Shuttle, space station dock amid NASA worries
Posted on: Thursday, 28 July 2005, 06:29 CDT
By Jeff Franks
HOUSTON (Reuters) - Shuttle Discovery docked smoothly with the International Space Station high above the earth on Thursday, carrying on after NASA grounded its other shuttles for fear of another Columbia-like disaster.
The two space behemoths, each weighing more than 100 tons, linked up with barely a bump as commander Eileen Collins slowly guided the shuttle in.
This flight was supposed to have been a triumphant return of the shuttle to the space station for the first time since November 2002, but NASA's surprise decision that it still is not safe to fly the aging orbiters took the glow off.
The U.S. space agency said flying debris captured on video at Discovery's launch on Tuesday was too similar to what brought down shuttle Columbia on Feb. 1, 2003 and showed that the debris problem was not fixed after 2 1/2 years of work and more than $1 billion in safety expenditures.
NASA officials believe Discovery is unharmed and will have no trouble coming home on Aug. 7, but they do not know when shuttles will fly again. A flight by Atlantis was scheduled in September.
Images showed chunks of foam missing from at least three places on Discovery's external fuel tank, including one almost as big as the piece that struck Columbia. There are also nicks in the protective tiles on Discovery's belly.
A 1.67 pound piece of insulating foam from Columbia's external fuel tank broke loose at launch on Jan. 16, 2003, and struck the left wing, causing a hole in the heat shield that doomed the shuttle during re-entry 16 days later.
As Columbia glided toward Florida, superheated gases from the earth's atmosphere entered the breach and caused the orbiter to disintegrate over Texas, killing its seven astronauts.
The stray foam on Tuesday's launch, the first since the three-shuttle fleet was grounded after Columbia, meant it was back to the drawing boards, shuttle program manager Bill Parsons said in a Wednesday briefing.
"Until we're ready, we won't fly again," he said. "I don't know when that might be."
What the latest setback means for the shuttle program, due to be phased out in 2010 in favor of a yet-to-be-developed new spacecraft, is not clear.
But in space the seven astronauts on Discovery, which flew its first mission in 1984, went about their business with nary a word about problems on earth.
In a maneuver planned before launch, shuttle commander Eileen Collins steered Discovery into an eight-minute-long back flip 600 feet below the space station while station crewmembers Sergei Krikalev and John Phillips snapped pictures of Discovery's damaged tiles.
The photos will be used to determine if NASA is correct in thinking the shuttle is okay to return home.
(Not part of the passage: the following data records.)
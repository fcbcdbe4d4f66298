"""What the terminal shows (issue 16 item 5): a progress bar that counts
the draws the analysis asked for, with its stage; warnings on standard
error as they arise; curve figures over the exposure range; CSV headers
without a column twice.

The expected bar total is the ``draws`` of the analysis file (the
definition of a draw); the figure's axis is checked against the exposure
distribution's 99th percentile computed with scipy.stats.lognorm.
"""

from __future__ import annotations

import csv
import io
import math
import re
from pathlib import Path
from typing import ClassVar

import numpy as np
import pytest
from scipy import stats

from doseattr.analysis.config import analysis_from_dict, load_analysis
from doseattr.analysis.pipeline import run_analysis
from doseattr.analysis.progress import progress_bar, show_stage
from doseattr.cli import main

ROOT = Path(__file__).resolve().parent.parent


class FakeBar:
    """Stands in for tqdm: records each bar's total, label and updates."""

    bars: ClassVar[list[FakeBar]] = []

    def __init__(self, total, desc, **_kwargs):
        self.total, self.desc, self.done = total, desc, 0
        FakeBar.bars.append(self)

    def __enter__(self):
        return self

    def __exit__(self, *exc):
        return False

    def update(self, k):
        self.done += k


@pytest.fixture
def fake_tqdm(monkeypatch):
    FakeBar.bars = []
    monkeypatch.setattr("tqdm.tqdm", FakeBar)
    return FakeBar.bars


def test_the_bar_counts_draws_not_draws_times_strata(tmp_path, fake_tqdm):
    """The demo: 4 districts, 3 scenarios; the issue saw 2,040,000 "draws"
    for 20,000. With draws = 300 the main bar runs to 300, and each bar ends
    full (total reached exactly)."""
    text = (ROOT / "data_demo" / "analysis.toml").read_text().replace("draws = 1000",
                                                                      "draws = 300")
    for f in (ROOT / "data_demo").glob("*.csv"):
        (tmp_path / f.name).write_bytes(f.read_bytes())
    (tmp_path / "analysis.toml").write_text(text)
    run_analysis(load_analysis(tmp_path / "analysis.toml"), progress=True)
    main_bar = fake_tqdm[0]
    assert main_bar.desc == "draws" and main_bar.total == 300
    for bar in fake_tqdm:
        assert bar.done == bar.total, bar.desc
    widths = [b for b in fake_tqdm if b.desc.startswith("draws, one source")]
    assert widths
    for b in widths:  # "(k x 300)": k sources varied alone, 300 draws each
        k = int(re.search(r"\((\d+) x 300\)", b.desc).group(1))
        assert b.total == k * 300


def test_the_bar_rescales_uneven_ticks(fake_tqdm):
    """5 exposures x 2 fractions of 70 draws each: 700 units shown as 70 draws."""
    with progress_bar(700, True, draws=70) as tick:
        for _ in range(10):
            tick(70)
    (bar,) = fake_tqdm
    assert bar.total == 70 and bar.done == 70


def test_no_bar_without_progress(fake_tqdm):
    with progress_bar(10, False) as tick:
        assert tick is None
    assert fake_tqdm == []


class Tty(io.StringIO):
    def isatty(self):
        return True


@pytest.mark.parametrize("stage", ["fitting", "draws", "figures", "report"])
def test_the_stage_line_on_a_terminal(monkeypatch, stage):
    out = Tty()
    monkeypatch.setattr("sys.stderr", out)
    show_stage(stage, True)
    show_stage("", True)
    assert out.getvalue() == f"\rdoseattr: {stage} ...\x1b[K\r\x1b[K"


def test_no_stage_line_off_a_terminal_or_when_quiet(monkeypatch):
    out = io.StringIO()
    monkeypatch.setattr("sys.stderr", out)
    show_stage("fitting", True)
    monkeypatch.setattr("sys.stderr", Tty())
    show_stage("fitting", False)
    assert out.getvalue() == ""


def test_the_writer_announces_figures_then_report(tmp_path):
    from doseattr.outputs.write import write_outputs

    d = {"unit": "ug/m3", "curve": {"model": "log-linear", "rr": 1.1, "per": 10,
                                    "ci": [1.05, 1.15], "max_dose": 50},
         "exposure": {"gm": 8.0, "gsd": 2.0}}
    stages: list[str] = []
    write_outputs(run_analysis(analysis_from_dict(d)), tmp_path / "o", stage=stages.append)
    assert stages == ["figures", "report"]


SAMPLES = "value\n" + "\n".join(f"{v:.4g}" for v in
                                np.exp(np.random.default_rng(3).normal(-1.0, 0.9, 20)))


def test_warnings_are_printed_as_they_arise(tmp_path, capsys, monkeypatch):
    """Before the outputs are written (not at the end), unless --quiet."""
    import doseattr.outputs.write as write

    (tmp_path / "s.csv").write_text(SAMPLES)
    (tmp_path / "a.toml").write_text('unit = "mg/m3"\n[curve]\nmodel = "linear"\nerr = 0.05\n'
                                     'per = 1\nci = [0.01, 0.09]\n[exposure]\ntable = "s.csv"\n'
                                     "[limit]\nvalue = 0.5\n")
    seen = {}
    real = write.write_outputs

    def spy(*args, **kwargs):
        seen["err"] = capsys.readouterr().err
        return real(*args, **kwargs)

    monkeypatch.setattr(write, "write_outputs", spy)
    assert main(["run", str(tmp_path / "a.toml"), "--out", str(tmp_path / "o")]) == 0
    before = [line for line in seen["err"].splitlines() if line.startswith("doseattr: warning")]
    assert before, "no warning on standard error before the outputs were written"
    after = capsys.readouterr().err
    assert "doseattr: warning" not in after  # each once
    monkeypatch.setattr(write, "write_outputs", spy)
    assert main(["run", str(tmp_path / "a.toml"), "--out", str(tmp_path / "o"), "--quiet"]) == 0
    assert "doseattr: warning" not in seen["err"]  # --quiet: at the end only
    assert capsys.readouterr().err.splitlines() == before


def test_outcome_curves_span_the_exposure_range():
    """Two published curves without max_dose: the dose axis reaches the
    exposure's 99th percentile (scipy.stats.lognorm), not 0 to 1."""
    from doseattr.outputs import gallery

    gm, gsd = 30.0, 1.8
    curve = {"model": "linear", "err": 0.05, "per": 10, "ci": [0.02, 0.08]}
    d = {"unit": "ug/m3", "exposure": {"gm": gm, "gsd": gsd},
         "outcome": [{"name": "a", "curve": curve},
                     {"name": "b", "curve": {**curve, "err": 0.1, "ci": [0.05, 0.15]}}]}
    r = run_analysis(analysis_from_dict(d))
    p99 = stats.lognorm(s=math.log(gsd), scale=gm).ppf(0.99)
    for name in ("outcome_curves", "curve"):
        maker = {"outcome_curves": lambda: gallery._outcome_curves(
                     r.outcomes, r.unit, r.exposure_section.exposure),
                 "curve": lambda: gallery._curve(r.curve_section, r.exposure_section.exposure,
                                                 r.unit)}[name]
        figure = maker()
        assert min(ax.get_xlim()[1] for ax in figure.axes if ax.has_data()) >= p99, name


# -- CSV headers ---------------------------------------------------------------------------
def _headers(out: Path) -> dict[str, list[str]]:
    found = {}
    for path in sorted(out.rglob("*.csv")):
        if "inputs" in path.relative_to(out).parts:
            continue  # the demo's own tables, copied
        with path.open(newline="") as f:
            found[str(path.relative_to(out))] = next(csv.reader(f))
    return found


@pytest.fixture(scope="module")
def csv_runs(tmp_path_factory):
    """The demo (burden table, scenarios, substitution), a grid-free burden
    run (the districts template), a limit run with workers (the workplace
    template) and a model comparison."""
    base = tmp_path_factory.mktemp("csv")
    outs = [base / "demo"]
    assert main(["demo", "--out", str(outs[0]), "--quiet"]) == 0
    for kind in ("districts", "workplace"):
        assert main(["init", kind, str(base / kind)]) == 0
        outs.append(base / f"out-{kind}")
        assert main(["run", str(base / kind / "analysis.toml"), "--out", str(outs[-1]),
                     "--quiet"]) == 0
    text = (ROOT / "data_demo" / "analysis.toml").read_text().replace(
        'model = "log-linear"', 'model = "log-linear"\ncompare_models = ["linear", "spline"]')
    (base / "cmp").mkdir()
    for f in (ROOT / "data_demo").glob("*.csv"):
        (base / "cmp" / f.name).write_bytes(f.read_bytes())
    (base / "cmp" / "analysis.toml").write_text(text)
    outs.append(base / "out-cmp")
    assert main(["run", str(base / "cmp" / "analysis.toml"), "--out", str(outs[-1]),
                 "--quiet"]) == 0
    return outs


def test_no_csv_has_a_column_twice(csv_runs):
    seen = set()
    for out in csv_runs:
        for name, header in _headers(out).items():
            twice = {h for h in header if header.count(h) > 1}
            assert not twice, f"{out.name}/{name}: {sorted(twice)}"
            seen.add(Path(name).name)
    # the runs reach the tables the check is for
    assert {"model_comparison.csv", "burden.csv", "limit.csv", "limit_workers.csv"} <= seen, seen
More inspections were scheduled for Friday.
Discovery is scheduled to stay a week with the station, during which time it will hand over 15 tons of supplies ranging from food to light bulbs to new laptop computers and pick up 13 tons of junk to carry back to earth.
Shuttle astronauts Steve Robinson and Japan's Soichi Noguchi will perform three spacewalks, during which they will replace and repair balky gyroscopes that keep the space station stable and attach an external platform to be used for storage.
They will also test still-experimental techniques to repair damage to the shuttle exterior.